#### [Given information]
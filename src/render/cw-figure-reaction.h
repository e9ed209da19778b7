#pragma once

#include "cw-figures.h"

G_BEGIN_DECLS

/* Reaction geometry on the chairs figure (CwRenderOptions.highlight_reactivity): the leaving
 * group's bond drawn heavy, and each β-hydrogen anti-periplanar to it drawn heavier, ringed and
 * labelled "ap". Shared by cw-figure-chairs.c only. */

/* clang-format off */
/* The reactivity to draw: opt->reactivity, or one computed from the default geometry table into
 * *owned (free it with g_free). NULL when the option is off or nothing can be computed. */
const CwReactivity *cw_chairs_reaction_prepare (const CwMolecule *mol, const CwAnalysis *an,
                                                const CwRenderOptions *opt, CwReactivity **owned);
/* Whether leaving group g of r is the one (or one of those) the options ask for. */
gboolean            cw_chairs_reaction_wants (const CwReactivity *r, int g, const CwMolecule *mol,
                                              const CwRenderOptions *opt);
/* Emphasises, in the prims of chair `which` already in scene, the chosen leaving groups' bonds and
 * their anti-periplanar β-hydrogens, and adds the rings and "ap" labels clear of the placer's labels. */
void                cw_chairs_reaction_mark (CwScene *scene, CwPlacer *placer, const CwMolecule *mol,
                                             const CwReactivity *r, const CwRenderOptions *opt, int which);
/* The legend line for the marks, its left end at (x, y); returns the width used. */
double              cw_chairs_reaction_legend (CwScene *scene, double x, double y);
/* clang-format on */

G_END_DECLS
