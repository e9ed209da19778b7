#include "config.h"

#include <glib/gi18n-lib.h>
#include <math.h>

#include "cw-figures.h"
#include "cw-render-private.h"

/* Populations against temperature, recomputed with cw_analyze at each point. */

#define N_SCAN 81

gboolean
cw_scan_wants_twist_boat (const CwAnalysis *an)
{
  double x[3];

  if (cw_analysis_has_flag (an, CW_FLAG_TWIST_BOAT))
    return TRUE;
  cw_scan_three_state (an, x);
  return x[2] > 0.005;
}

void
cw_scan_three_state (const CwAnalysis *an, double pop[3])
{
  double g[3] = { an->chair[0].energy, an->chair[1].energy, an->twist_boat };
  double gmin = MIN (g[0], MIN (g[1], g[2]));
  double rt = CW_R_KCAL * an->temperature, sum = 0;

  for (int i = 0; i < 3; i++)
    sum += pop[i] = exp (-(g[i] - gmin) / rt);
  for (int i = 0; i < 3; i++)
    pop[i] /= sum;
}

gboolean
cw_scan_compute (const CwData *data, const CwMolecule *mol, CwSolvent solvent, gboolean with_twist_boat, double t0, double t1, guint n, CwScanPoint *points)
{
  CwAnalysis an;

  for (guint i = 0; i < n; i++)
    {
      CwConditions cond = { t0 + (t1 - t0) * i / (n > 1 ? n - 1 : 1), solvent };

      if (!cw_analyze (data, mol, &cond, &an, NULL))
        return FALSE;
      points[i].t = cond.temperature;
      if (with_twist_boat)
        cw_scan_three_state (&an, points[i].pop);
      else
        {
          points[i].pop[0] = an.pop[0];
          points[i].pop[1] = an.pop[1];
          points[i].pop[2] = 0;
        }
    }
  return TRUE;
}

typedef struct
{
  CwInk         ink;
  double        dash;
  CwMarkerShape marker;
  const char   *name;
} Series;

static const Series series[3] = {
  { CW_INK_SERIES_1, 0, CW_MARKER_CIRCLE, N_("chair 1") },
    { CW_INK_SERIES_2, 5.0, CW_MARKER_SQUARE, N_("chair 2") },
      { CW_INK_SERIES_3, 1.2, CW_MARKER_TRIANGLE, N_("twist-boat") },
    };

static CwPrim *
marker (CwScene *scene, int s, double x, double y, CwRole role)
{
  CwPrim *p = cw_scene_add (scene, CW_PRIM_MARKER, role, series[s].ink);

  p->x0 = x;
  p->y0 = y;
  p->wide = 6.5;
  p->marker = series[s].marker;
  p->fill = TRUE;
  return p;
}

static void
legend (CwScene *scene, int n_series, double x, double y)
{
  for (int s = 0; s < n_series; s++)
    {
      CwPrim *p = cw_scene_line (scene, CW_ROLE_LEGEND, series[s].ink, x, y, x + 26, y, 2.0);

      p->dash = series[s].dash;
      marker (scene, s, x + 13, y, CW_ROLE_LEGEND);
      p = cw_scene_text_at (scene, CW_ROLE_LEGEND, CW_INK_TEXT, _(series[s].name), 9.5, FALSE, x + 31, y, 0, 0.5);
      x = p->box.x + p->box.w + 16;
    }
}

static void
draw_series (CwScene *scene, const CwPlot *plot, const CwScanPoint *pts, guint n, int s)
{
  CwPoint line[N_SCAN];
  CwPrim *p;

  for (guint i = 0; i < n; i++)
    line[i] = (CwPoint){ cw_plot_x (plot, pts[i].t), cw_plot_y (plot, 100 * pts[i].pop[s]) };
  p = cw_scene_polyline (scene, CW_ROLE_CURVE, series[s].ink, line, n, 2.0);
  p->dash = series[s].dash;
  /* Markers along the curve, offset per series so they do not sit on each other. */
  for (guint i = 4 + 3 * s; i < n; i += 10)
    marker (scene, s, line[i].x, line[i].y, CW_ROLE_CURVE);
}

static void
chosen_temperature (CwScene *scene, const CwPlot *plot, const CwAnalysis *an, const double pop[3], int n_series, const CwRenderOptions *opt)
{
  double           x = cw_plot_x (plot, an->temperature);
  g_autofree char *t = cw_format_temperature (an->temperature, opt->temperature_unit);
  g_autofree char *esc = g_markup_escape_text (t, -1);
  CwPrim          *p = cw_scene_line (scene, CW_ROLE_MARKER, CW_INK_MUTED, x, plot->area.y, x, plot->area.y + plot->area.h, 1.0);
  double           last_y = -G_MAXDOUBLE;
  int              order[3] = { 0, 1, 2 };

  p->dash = 3.0;
  cw_scene_text_at (scene, CW_ROLE_MARKER, CW_INK_TEXT, esc, 9.5, TRUE, x, plot->area.y - 3, 0.5, 1);
  /* Value labels beside the markers, top to bottom, nudged apart when they crowd. */
  for (int a = 0; a < n_series; a++)
    for (int b = a + 1; b < n_series; b++)
      if (pop[order[b]] > pop[order[a]])
        {
          int tmp = order[a];
          order[a] = order[b];
          order[b] = tmp;
        }
  for (int i = 0; i < n_series; i++)
    {
      int              s = order[i];
      double           y = cw_plot_y (plot, 100 * pop[s]);
      g_autofree char *v = cw_render_format_percent (pop[s]);
      g_autofree char *lab = g_strdup_printf ("%s %%", v);
      gboolean         right = x < plot->area.x + plot->area.w - 60;
      double           ly = MAX (y, last_y + 12);

      p = marker (scene, s, x, y, CW_ROLE_MARKER);
      p->wide = 8;
      p = cw_scene_text_at (scene, CW_ROLE_MARKER, series[s].ink, lab, 9.5, TRUE, right ? x + 8 : x - 8, ly,
                            right ? 0 : 1, 0.5);
      /* A background patch under the value, so the curves do not run through it. */
      CwPrim patch = { 0 };
      patch.kind = CW_PRIM_RECT;
      patch.ink = CW_INK_BACKGROUND;
      patch.fill = TRUE;
      patch.chair = patch.sub = -1;
      patch.x0 = p->box.x - 2;
      patch.y0 = p->box.y;
      patch.x1 = p->box.w + 4;
      patch.y1 = p->box.h;
      g_array_insert_val (scene->prims, scene->prims->len - 1, patch);
      last_y = ly;
    }
}

CwScene *
cw_scan_build (const CwData *data, const CwMolecule *mol, const CwAnalysis *an, const CwRenderOptions *opt, double width, double height)
{
  CwScene         *scene = cw_scene_new (width, height);
  gboolean         tb = cw_scan_wants_twist_boat (an);
  int              n_series = tb ? 3 : 2;
  double           t = an->temperature;
  double           t0 = MAX (100.0, MIN (180.0, t - 60)), t1 = MIN (CW_T_MAX, MAX (420.0, t + 60));
  double           xoff = opt->temperature_unit == CW_TUNIT_CELSIUS ? -CW_ZERO_C : 0;
  CwScanPoint      pts[N_SCAN];
  double           pop[3];
  CwPlot           plot;
  const char      *tunit = opt->temperature_unit == CW_TUNIT_CELSIUS ? "°C" : "K";
  g_autofree char *xtitle = g_strdup_printf (_("temperature, %s"), tunit);

  if (data == NULL || !cw_scan_compute (data, mol, an->solvent, tb, t0, t1, N_SCAN, pts))
    {
      cw_scene_message (scene, _("The temperature scan could not be computed"));
      return scene;
    }
  plot.area = (CwBox){ 52, 26, width - 52 - 22, height - 26 - 70 };
  plot.x0 = t0;
  plot.x1 = t1;
  plot.y0 = 0;
  plot.y1 = 100;
  cw_plot_axes (scene, &plot, cw_nice_step (t1 - t0, 6), 20, xoff);
  cw_scene_text (scene, CW_ROLE_AXIS, CW_INK_TEXT, _("population, %"), 10, FALSE, plot.area.x - 40, 6);
  cw_scene_text_at (scene, CW_ROLE_AXIS, CW_INK_TEXT, xtitle, 10, FALSE,
                    plot.area.x + plot.area.w / 2, plot.area.y + plot.area.h + 20, 0.5, 0);
  for (int s = 0; s < n_series; s++)
    draw_series (scene, &plot, pts, N_SCAN, s);
  if (tb)
    cw_scan_three_state (an, pop);
  else
    pop[0] = an->pop[0], pop[1] = an->pop[1], pop[2] = 0;
  chosen_temperature (scene, &plot, an, pop, n_series, opt);
  legend (scene, n_series, plot.area.x, height - 12);
  cw_scene_fit (scene, 4);
  return scene;
}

#### [Brief]
Search the records for the word "TRUE", then list every line that has it.

#### [Problem solution]
    return TRUE;
  return TRUE;
  p->fill = TRUE;
  cw_scene_text_at (scene, CW_ROLE_MARKER, CW_INK_TEXT, esc, 9.5, TRUE, x, plot->area.y - 3, 0.5, 1);
      p = cw_scene_text_at (scene, CW_ROLE_MARKER, series[s].ink, lab, 9.5, TRUE, right ? x + 8 : x - 8, ly,
      patch.fill = TRUE;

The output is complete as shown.